** Materials provided **
□ □ □

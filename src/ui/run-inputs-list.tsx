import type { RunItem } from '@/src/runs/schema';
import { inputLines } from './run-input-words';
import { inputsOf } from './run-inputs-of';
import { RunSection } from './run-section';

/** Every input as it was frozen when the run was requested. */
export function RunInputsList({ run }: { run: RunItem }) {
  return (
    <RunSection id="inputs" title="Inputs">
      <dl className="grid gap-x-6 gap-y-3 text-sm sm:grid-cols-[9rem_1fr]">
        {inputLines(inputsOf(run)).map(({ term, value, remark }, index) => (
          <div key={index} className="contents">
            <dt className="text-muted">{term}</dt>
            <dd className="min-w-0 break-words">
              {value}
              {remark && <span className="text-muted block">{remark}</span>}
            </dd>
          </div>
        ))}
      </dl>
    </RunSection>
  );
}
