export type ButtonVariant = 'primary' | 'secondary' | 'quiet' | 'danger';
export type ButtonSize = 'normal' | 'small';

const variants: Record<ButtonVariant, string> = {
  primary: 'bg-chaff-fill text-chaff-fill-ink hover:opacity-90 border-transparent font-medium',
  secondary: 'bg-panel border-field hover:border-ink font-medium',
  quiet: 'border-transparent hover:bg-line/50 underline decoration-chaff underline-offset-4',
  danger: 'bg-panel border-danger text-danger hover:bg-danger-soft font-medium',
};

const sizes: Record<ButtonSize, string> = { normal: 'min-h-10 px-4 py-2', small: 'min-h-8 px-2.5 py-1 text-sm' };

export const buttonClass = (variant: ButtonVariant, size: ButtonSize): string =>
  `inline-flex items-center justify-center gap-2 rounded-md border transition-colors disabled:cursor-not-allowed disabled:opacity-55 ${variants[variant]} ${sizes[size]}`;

□ □ □

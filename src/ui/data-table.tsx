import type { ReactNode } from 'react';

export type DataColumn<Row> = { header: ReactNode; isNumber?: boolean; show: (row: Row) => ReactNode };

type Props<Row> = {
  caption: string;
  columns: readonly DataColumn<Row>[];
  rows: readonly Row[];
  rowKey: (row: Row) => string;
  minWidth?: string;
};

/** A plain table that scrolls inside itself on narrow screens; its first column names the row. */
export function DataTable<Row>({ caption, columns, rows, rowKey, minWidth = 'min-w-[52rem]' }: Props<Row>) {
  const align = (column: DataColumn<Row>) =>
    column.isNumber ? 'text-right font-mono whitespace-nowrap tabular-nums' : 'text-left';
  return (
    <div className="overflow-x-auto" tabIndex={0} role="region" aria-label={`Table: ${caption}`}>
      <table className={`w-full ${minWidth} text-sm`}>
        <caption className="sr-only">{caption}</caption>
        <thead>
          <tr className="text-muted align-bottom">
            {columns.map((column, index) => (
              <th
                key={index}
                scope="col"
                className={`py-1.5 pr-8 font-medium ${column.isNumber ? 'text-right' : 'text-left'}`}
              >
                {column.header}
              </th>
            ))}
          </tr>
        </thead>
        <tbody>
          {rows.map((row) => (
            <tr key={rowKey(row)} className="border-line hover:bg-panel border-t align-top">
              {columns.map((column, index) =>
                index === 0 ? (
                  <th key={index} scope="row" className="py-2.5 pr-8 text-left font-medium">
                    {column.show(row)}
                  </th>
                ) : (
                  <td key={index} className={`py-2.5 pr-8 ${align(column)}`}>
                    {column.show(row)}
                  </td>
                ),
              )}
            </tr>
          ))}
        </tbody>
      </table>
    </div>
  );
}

□ □ □

** Problem details **
Among the records above, repeat exactly the line with "export type ButtonVariant", the line with "items-center justify-center gap-2", and every line in between, and only those.

** Solution for this problem **
export type ButtonVariant = 'primary' | 'secondary' | 'quiet' | 'danger';
export type ButtonSize = 'normal' | 'small';

const variants: Record<ButtonVariant, string> = {
  primary: 'bg-chaff-fill text-chaff-fill-ink hover:opacity-90 border-transparent font-medium',
  secondary: 'bg-panel border-field hover:border-ink font-medium',
  quiet: 'border-transparent hover:bg-line/50 underline decoration-chaff underline-offset-4',
  danger: 'bg-panel border-danger text-danger hover:bg-danger-soft font-medium',
};

const sizes: Record<ButtonSize, string> = { normal: 'min-h-10 px-4 py-2', small: 'min-h-8 px-2.5 py-1 text-sm' };

export const buttonClass = (variant: ButtonVariant, size: ButtonSize): string =>
  `inline-flex items-center justify-center gap-2 rounded-md border transition-colors disabled:cursor-not-allowed disabled:opacity-55 ${variants[variant]} ${sizes[size]}`;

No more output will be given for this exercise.